The finger was also pointed at the police today, with former army intelligence officer Ian Hurst accusing the Metropolitan police of “corruption” and had covered up journalistic misdeeds.

Hurst was informed by BBC’s Panorama programme this year that his computer had been hacked by the News of the World, and was shown transcripts of his own emails that were sent to the Dublin office of paper in July 2006. Hurst was told that the paper hired a private detective who employed a “specialist hacker”, known as Mr X, to access his computer. Hurst revealed that, through sending a bogus email in 2006, Mr X had infected the Hurst family’s computer with a Trojan programme that could allow him to access Hurst’s messages and other documents.
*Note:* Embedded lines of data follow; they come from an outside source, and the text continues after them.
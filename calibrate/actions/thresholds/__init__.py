"""Threshold exceedances: generalised Pareto excesses that come as a Poisson process.

The steps of a study: `mean_residual_life` and `stability` to choose the threshold, `decluster` to make events
independent, `fit_excesses`, and `annual_maximum` for the distribution of the maximum of a period.
"""

from calibrate.actions.thresholds.clusters import Clusters, decluster, dispersion
from calibrate.actions.thresholds.diagnostics import (
    MeanResidualLife,
    Stability,
    mean_residual_life,
    stability,
)
from calibrate.actions.thresholds.excesses import ExcessFit, fit_excesses, fit_exponential_excesses
from calibrate.actions.thresholds.level_intervals import level_interval
from calibrate.actions.thresholds.periods import PeriodMaximum, annual_maximum

__all__ = [
    "Clusters",
    "ExcessFit",
    "MeanResidualLife",
    "PeriodMaximum",
    "Stability",
    "annual_maximum",
    "decluster",
    "dispersion",
    "fit_excesses",
    "fit_exponential_excesses",
    "level_interval",
    "mean_residual_life",
    "stability",
]
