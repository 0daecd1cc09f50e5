"""Profile-likelihood intervals of the levels that threshold exceedances reach once in many years.

The level with its return period stands for the scale: scale = (level - u)/s with s = ((rate T)**shape - 1)/shape. For
each level the largest likelihood over the shape is sought. The rate is taken as known: its scatter matters little
beside that of the shape.

References
----------
S. Coles, An Introduction to Statistical Modeling of Extreme Values, Springer 2001, section 4.3.3 (from memory).
"""

from __future__ import annotations

import math
from dataclasses import dataclass

import numpy as np
from numpy.typing import NDArray
from scipy import special

from calibrate.actions.maxima import checked_confidence
from calibrate.actions.thresholds.excesses import HEAVIEST, ExcessFit
from calibrate.distributions.exponentials import log1p_ratio

Array = NDArray[np.float64]

GRID = 240
"""Shapes among which the best is sought before it is refined."""

WIDENINGS = 40
"""Times that the search for an upper end widens by half, before it is given up."""


def level_interval(fit: ExcessFit, years: float, confidence: float = 0.95) -> tuple[float, float]:
    """Return the profile-likelihood interval of `ExcessFit.level`.

    Parameters
    ----------
    fit : ExcessFit
        With a rate.
    years : float
        More than 1/rate.
    confidence : float
        Of the two-sided interval.

    Returns
    -------
    lower, upper : float
        NaN for an end that was not found.

    Raises
    ------
    InputError
        As `ExcessFit.level`, or for a confidence that is none.
    """
    from scipy.optimize import brentq

    checked_confidence(confidence)
    best = float(fit.level(years)) - fit.threshold
    profile = _Profile.of(fit, math.log(fit.rate * years))
    lowest = fit.log_likelihood - 0.5 * float(special.chdtri(1.0, 1.0 - confidence))

    def rest(level: float) -> float:
        return profile(level) - lowest

    ends = []
    for factor in (1.0 / 1.5, 1.5):
        inner, outer, end = best, best * factor, math.nan
        for _ in range(WIDENINGS):
            if rest(outer) <= 0.0:
                end = fit.threshold + float(brentq(rest, inner, outer, rtol=1e-10))
                break
            inner, outer = outer, outer * factor
        ends.append(end)
    return ends[0], ends[1]


@dataclass(frozen=True, slots=True, eq=False)
class _Profile:
    """Largest log-likelihood of the excesses over the shape, given a level above the threshold."""

    excesses: Array
    shapes: Array
    log_m: float

    @classmethod
    def of(cls, fit: ExcessFit, log_m: float) -> _Profile:
        if fit.exponential:
            return cls(fit.excesses, np.zeros(1), log_m)
        near = fit.shape + np.linspace(-1.0, 1.0, GRID // 2)
        shapes = np.unique(np.concatenate((near, np.linspace(-1.0, HEAVIEST, GRID // 2))))
        return cls(fit.excesses, shapes[(shapes > -1.0) & (shapes < HEAVIEST)], log_m)

    def __call__(self, level: float) -> float:
        from scipy.optimize import minimize_scalar

        values = self.likelihood(level, self.shapes)
        if values.size == 1:
            return float(values[0])
        i = int(np.argmax(values))
        low, high = self.shapes[max(i - 1, 0)], self.shapes[min(i + 1, self.shapes.size - 1)]
        found = minimize_scalar(
            lambda shape: min(-float(self.likelihood(level, np.array([shape]))[0]), 1e300),
            bounds=(low, high), method="bounded", options={"xatol": 1e-9},
        )  # fmt: skip
        return max(-float(found.fun), float(values[i]))

    def likelihood(self, level: float, shapes: Array) -> Array:
        """Return the log-likelihood for each shape; -inf where an excess lies beyond the upper end."""
        scale = level / (self.log_m * special.exprel(shapes * self.log_m))
        s = self.excesses / scale[:, None]
        w = shapes[:, None] * s
        possible = np.min(w, axis=1) > -1.0
        y = np.where(possible[:, None], s * log1p_ratio(np.maximum(w, -1.0)), 0.0)
        value = -self.excesses.size * np.log(scale) - (1.0 + shapes) * np.sum(y, axis=1)
        return np.where(possible, value, -np.inf)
Mr Hurst added that documents seized in 2007 by the police showed the security on his computer had been compromised and information had been obtained. However, he added, the authorities chose not to act. Hurst was only told by the Metropolitan police about the hacking this year. The Metropolitan police, he said, had “let society down”.

Jane Winter, director of human rights organisation British Irish Rights Watch, also told the Inquiry today that Hurst had told her earlier this year that “confidential” and sensitive” emails between them had been accessed illegally.

The hearing continues tomorrow, with evidence from Guardian journalist Nick Davies, former News of the World reporter Paul McMullen, and ex-tabloid reporter Richard Peppiatt.